# What needs to be done:
Quote verbatim the span of lines that begins the listing below and closes with the line containing "const DEMO_TABLES: [DemoTable;".

# Provided records:

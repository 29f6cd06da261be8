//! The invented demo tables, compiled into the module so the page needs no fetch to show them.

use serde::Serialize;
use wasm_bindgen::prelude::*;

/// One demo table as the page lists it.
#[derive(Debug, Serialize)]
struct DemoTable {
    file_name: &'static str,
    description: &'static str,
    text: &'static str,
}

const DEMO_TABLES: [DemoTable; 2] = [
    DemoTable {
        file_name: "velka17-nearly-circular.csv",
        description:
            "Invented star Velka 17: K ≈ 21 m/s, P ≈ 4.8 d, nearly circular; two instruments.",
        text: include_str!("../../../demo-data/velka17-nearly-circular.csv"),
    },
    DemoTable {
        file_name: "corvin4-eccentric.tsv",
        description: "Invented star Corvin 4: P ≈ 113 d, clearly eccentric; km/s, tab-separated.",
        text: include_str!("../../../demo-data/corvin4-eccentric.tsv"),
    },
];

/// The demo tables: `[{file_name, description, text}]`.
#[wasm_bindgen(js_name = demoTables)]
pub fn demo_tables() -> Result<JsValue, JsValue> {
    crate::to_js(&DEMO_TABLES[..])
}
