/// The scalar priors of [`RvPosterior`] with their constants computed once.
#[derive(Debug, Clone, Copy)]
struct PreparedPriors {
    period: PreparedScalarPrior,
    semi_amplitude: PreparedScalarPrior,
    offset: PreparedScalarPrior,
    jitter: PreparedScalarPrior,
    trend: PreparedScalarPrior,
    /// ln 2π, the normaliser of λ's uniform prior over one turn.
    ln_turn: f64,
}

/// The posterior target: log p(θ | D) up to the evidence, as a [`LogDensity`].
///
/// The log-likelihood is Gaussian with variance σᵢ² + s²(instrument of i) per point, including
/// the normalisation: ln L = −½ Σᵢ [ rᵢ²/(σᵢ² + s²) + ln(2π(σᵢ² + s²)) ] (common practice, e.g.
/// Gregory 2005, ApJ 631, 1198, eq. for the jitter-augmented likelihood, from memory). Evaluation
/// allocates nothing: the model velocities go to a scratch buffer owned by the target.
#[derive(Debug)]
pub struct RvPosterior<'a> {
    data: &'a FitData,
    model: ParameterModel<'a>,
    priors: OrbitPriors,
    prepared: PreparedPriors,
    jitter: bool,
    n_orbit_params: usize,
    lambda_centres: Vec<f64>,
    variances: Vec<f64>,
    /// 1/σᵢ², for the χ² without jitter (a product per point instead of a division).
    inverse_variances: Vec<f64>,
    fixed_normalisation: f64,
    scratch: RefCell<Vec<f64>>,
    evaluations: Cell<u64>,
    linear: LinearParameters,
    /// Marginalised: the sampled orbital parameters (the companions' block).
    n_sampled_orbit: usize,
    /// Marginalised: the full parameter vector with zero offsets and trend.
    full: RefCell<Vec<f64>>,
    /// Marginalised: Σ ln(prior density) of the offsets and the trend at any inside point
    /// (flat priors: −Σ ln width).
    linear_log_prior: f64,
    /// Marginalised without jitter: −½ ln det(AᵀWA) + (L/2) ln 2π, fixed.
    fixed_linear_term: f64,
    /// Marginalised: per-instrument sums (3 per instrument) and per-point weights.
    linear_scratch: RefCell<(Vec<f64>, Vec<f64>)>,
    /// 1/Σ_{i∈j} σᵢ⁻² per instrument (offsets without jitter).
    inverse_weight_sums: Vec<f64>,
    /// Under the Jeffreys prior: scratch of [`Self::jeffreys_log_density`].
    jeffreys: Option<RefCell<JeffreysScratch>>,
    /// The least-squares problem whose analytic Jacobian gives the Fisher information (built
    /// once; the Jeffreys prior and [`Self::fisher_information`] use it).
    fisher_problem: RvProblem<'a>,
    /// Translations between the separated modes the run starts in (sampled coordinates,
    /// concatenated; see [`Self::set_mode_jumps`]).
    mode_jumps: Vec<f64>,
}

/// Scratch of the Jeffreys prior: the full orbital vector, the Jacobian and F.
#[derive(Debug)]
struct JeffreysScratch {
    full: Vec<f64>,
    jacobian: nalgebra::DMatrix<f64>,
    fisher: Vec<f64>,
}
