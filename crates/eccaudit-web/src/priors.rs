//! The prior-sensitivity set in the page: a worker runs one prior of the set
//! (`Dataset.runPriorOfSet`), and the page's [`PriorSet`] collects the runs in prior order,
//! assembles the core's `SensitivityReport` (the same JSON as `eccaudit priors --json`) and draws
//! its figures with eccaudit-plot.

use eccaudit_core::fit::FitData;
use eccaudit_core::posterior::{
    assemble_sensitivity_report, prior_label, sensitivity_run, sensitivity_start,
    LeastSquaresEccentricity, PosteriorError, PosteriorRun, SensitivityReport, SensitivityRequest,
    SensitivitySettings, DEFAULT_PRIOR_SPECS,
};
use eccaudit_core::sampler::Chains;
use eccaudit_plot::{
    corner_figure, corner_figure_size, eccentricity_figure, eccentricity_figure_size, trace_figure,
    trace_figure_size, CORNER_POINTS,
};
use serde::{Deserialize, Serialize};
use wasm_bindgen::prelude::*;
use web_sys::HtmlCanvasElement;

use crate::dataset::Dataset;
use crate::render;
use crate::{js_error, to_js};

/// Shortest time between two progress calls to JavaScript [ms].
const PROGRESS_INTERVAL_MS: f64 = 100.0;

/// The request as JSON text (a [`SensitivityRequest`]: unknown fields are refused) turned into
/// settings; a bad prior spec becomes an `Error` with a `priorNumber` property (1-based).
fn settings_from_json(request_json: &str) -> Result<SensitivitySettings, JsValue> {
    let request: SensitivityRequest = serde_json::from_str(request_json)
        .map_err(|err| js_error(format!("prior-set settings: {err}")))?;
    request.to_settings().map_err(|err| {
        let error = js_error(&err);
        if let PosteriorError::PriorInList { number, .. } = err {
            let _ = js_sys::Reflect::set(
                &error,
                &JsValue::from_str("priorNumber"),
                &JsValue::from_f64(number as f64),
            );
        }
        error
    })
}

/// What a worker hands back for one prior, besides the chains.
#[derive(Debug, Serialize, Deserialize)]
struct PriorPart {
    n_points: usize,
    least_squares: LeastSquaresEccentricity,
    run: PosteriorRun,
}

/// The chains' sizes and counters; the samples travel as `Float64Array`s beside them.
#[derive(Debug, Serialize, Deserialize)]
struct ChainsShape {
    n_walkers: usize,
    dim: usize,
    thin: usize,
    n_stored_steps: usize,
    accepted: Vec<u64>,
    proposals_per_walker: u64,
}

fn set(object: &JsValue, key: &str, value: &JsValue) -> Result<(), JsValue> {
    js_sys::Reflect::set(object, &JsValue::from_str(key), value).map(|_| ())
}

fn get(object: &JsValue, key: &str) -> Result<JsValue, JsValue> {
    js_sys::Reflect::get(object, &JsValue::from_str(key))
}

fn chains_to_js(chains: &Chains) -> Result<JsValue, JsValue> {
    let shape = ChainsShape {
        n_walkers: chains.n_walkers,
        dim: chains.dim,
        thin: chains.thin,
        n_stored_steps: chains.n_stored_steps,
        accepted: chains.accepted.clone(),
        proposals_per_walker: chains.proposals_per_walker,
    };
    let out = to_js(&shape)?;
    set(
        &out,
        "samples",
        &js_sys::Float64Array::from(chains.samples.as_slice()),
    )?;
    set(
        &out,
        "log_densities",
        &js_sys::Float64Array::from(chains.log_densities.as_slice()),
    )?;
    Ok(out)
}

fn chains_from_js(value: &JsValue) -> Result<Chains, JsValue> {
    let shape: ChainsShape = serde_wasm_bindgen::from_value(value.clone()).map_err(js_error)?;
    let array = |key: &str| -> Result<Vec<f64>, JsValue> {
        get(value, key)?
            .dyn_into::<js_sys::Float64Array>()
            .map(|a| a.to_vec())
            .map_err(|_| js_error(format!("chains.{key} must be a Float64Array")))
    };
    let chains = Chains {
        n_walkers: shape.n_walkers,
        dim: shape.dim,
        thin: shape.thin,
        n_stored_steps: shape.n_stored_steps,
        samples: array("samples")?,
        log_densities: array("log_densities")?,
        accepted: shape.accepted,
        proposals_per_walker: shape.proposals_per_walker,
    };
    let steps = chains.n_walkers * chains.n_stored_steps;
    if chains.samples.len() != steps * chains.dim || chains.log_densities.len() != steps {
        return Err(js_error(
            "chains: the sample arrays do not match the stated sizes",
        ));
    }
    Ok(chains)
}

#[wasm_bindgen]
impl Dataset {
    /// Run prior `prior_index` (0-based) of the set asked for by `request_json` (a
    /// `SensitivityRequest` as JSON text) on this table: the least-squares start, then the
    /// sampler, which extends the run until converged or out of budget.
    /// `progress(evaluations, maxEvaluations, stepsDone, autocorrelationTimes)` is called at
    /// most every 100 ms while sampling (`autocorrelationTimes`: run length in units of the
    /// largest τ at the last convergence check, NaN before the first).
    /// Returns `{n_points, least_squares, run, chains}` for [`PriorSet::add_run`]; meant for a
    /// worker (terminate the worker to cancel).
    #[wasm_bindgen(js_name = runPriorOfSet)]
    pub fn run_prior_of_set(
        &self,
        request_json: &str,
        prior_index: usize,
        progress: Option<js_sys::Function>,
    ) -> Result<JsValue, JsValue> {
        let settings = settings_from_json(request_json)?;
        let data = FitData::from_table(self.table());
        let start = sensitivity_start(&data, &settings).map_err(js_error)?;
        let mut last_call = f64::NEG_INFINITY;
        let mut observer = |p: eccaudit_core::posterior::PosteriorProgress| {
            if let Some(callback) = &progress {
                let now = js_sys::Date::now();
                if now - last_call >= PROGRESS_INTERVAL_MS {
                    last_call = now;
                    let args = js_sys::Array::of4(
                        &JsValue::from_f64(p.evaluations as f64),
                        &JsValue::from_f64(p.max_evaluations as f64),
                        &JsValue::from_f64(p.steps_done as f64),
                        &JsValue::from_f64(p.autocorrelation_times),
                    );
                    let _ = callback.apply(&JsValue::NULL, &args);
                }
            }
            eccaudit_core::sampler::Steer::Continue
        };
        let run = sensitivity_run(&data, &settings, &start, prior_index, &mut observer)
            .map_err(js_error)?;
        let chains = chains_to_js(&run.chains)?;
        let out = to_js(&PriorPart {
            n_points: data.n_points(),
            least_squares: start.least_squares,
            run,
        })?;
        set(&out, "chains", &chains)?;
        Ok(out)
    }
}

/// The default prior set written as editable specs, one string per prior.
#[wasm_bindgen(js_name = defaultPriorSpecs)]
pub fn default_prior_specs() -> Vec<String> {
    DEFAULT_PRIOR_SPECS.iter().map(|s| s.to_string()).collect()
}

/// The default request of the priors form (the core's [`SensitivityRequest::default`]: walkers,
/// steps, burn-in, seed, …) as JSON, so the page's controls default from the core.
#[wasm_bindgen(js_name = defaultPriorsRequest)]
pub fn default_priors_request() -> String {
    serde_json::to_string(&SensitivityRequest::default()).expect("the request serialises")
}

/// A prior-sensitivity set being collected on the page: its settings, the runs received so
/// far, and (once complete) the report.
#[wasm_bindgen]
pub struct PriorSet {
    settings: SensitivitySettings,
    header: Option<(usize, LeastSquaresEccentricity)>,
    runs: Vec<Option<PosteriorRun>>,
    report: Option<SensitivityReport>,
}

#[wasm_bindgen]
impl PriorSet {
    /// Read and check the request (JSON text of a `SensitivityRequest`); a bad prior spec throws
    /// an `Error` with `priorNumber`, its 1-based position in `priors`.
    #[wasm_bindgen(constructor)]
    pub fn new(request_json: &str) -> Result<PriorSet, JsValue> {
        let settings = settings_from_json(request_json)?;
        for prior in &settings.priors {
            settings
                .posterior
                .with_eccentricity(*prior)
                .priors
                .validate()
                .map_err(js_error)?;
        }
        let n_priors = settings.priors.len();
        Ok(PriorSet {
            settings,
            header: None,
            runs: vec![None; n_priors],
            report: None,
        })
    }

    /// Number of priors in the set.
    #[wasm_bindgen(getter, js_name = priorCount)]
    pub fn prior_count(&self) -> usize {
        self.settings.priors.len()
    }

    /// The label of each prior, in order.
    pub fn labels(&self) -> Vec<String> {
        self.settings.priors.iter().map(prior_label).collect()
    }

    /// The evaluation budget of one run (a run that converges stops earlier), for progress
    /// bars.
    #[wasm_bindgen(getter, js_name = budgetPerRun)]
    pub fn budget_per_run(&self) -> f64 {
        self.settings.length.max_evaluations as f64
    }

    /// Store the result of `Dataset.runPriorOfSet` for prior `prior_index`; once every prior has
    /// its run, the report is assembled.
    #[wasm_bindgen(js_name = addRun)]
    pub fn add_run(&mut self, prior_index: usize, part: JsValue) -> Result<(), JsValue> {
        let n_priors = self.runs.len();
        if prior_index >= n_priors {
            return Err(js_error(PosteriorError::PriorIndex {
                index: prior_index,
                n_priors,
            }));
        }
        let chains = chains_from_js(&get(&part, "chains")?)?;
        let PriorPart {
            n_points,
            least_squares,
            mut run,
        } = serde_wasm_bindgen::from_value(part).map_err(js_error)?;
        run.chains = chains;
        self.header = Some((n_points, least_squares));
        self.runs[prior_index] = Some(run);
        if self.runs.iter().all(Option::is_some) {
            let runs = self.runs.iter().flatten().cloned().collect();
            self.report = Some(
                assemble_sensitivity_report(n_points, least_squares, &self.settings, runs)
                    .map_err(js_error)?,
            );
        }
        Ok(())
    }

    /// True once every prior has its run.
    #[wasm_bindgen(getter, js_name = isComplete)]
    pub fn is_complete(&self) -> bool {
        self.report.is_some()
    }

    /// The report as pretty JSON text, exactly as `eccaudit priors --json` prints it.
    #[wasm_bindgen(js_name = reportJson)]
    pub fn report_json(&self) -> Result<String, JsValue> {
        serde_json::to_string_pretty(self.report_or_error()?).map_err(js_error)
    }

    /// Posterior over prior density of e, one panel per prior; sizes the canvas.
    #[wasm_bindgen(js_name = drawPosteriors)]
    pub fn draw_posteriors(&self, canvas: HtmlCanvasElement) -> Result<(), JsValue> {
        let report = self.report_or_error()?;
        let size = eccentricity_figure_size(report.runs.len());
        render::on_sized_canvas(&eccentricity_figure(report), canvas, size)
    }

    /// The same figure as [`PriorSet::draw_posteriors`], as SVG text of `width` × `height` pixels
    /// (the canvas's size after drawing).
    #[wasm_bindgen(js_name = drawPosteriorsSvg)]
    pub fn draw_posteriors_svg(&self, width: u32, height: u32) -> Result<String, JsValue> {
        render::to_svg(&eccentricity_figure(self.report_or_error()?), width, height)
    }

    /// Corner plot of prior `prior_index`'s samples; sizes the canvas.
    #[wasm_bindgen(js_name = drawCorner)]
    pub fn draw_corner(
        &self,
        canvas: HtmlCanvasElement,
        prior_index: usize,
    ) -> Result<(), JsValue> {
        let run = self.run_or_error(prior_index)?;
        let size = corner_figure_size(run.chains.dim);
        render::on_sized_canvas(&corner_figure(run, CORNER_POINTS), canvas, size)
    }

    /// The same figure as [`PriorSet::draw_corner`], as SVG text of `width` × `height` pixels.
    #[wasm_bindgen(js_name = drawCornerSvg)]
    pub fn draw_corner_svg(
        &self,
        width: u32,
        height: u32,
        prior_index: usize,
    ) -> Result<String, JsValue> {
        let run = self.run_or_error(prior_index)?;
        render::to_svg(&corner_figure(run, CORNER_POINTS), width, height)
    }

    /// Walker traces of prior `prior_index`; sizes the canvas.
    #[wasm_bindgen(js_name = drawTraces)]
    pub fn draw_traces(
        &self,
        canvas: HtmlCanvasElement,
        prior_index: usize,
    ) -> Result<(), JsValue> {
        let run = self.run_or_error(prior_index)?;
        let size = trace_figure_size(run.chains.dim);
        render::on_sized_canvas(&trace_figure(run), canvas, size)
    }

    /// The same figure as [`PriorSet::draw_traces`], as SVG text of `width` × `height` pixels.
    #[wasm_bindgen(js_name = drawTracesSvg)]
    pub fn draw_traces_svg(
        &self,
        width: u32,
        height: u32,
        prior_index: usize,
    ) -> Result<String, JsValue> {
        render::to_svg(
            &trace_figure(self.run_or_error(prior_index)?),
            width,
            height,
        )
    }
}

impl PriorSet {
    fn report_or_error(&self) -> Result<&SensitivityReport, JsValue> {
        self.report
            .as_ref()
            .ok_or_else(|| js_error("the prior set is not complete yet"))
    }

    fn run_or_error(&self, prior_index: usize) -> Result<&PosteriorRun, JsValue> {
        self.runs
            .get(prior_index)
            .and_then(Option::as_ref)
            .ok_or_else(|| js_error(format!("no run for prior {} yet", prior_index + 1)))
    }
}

# Output of the task:
repository 29f6cd06da261be8
//! The invented demo tables, compiled into the module so the page needs no fetch to show them.

use serde::Serialize;
use wasm_bindgen::prelude::*;

/// One demo table as the page lists it.
#[derive(Debug, Serialize)]
struct DemoTable {
    file_name: &'static str,
    description: &'static str,
    text: &'static str,
}

const DEMO_TABLES: [DemoTable; 2] = [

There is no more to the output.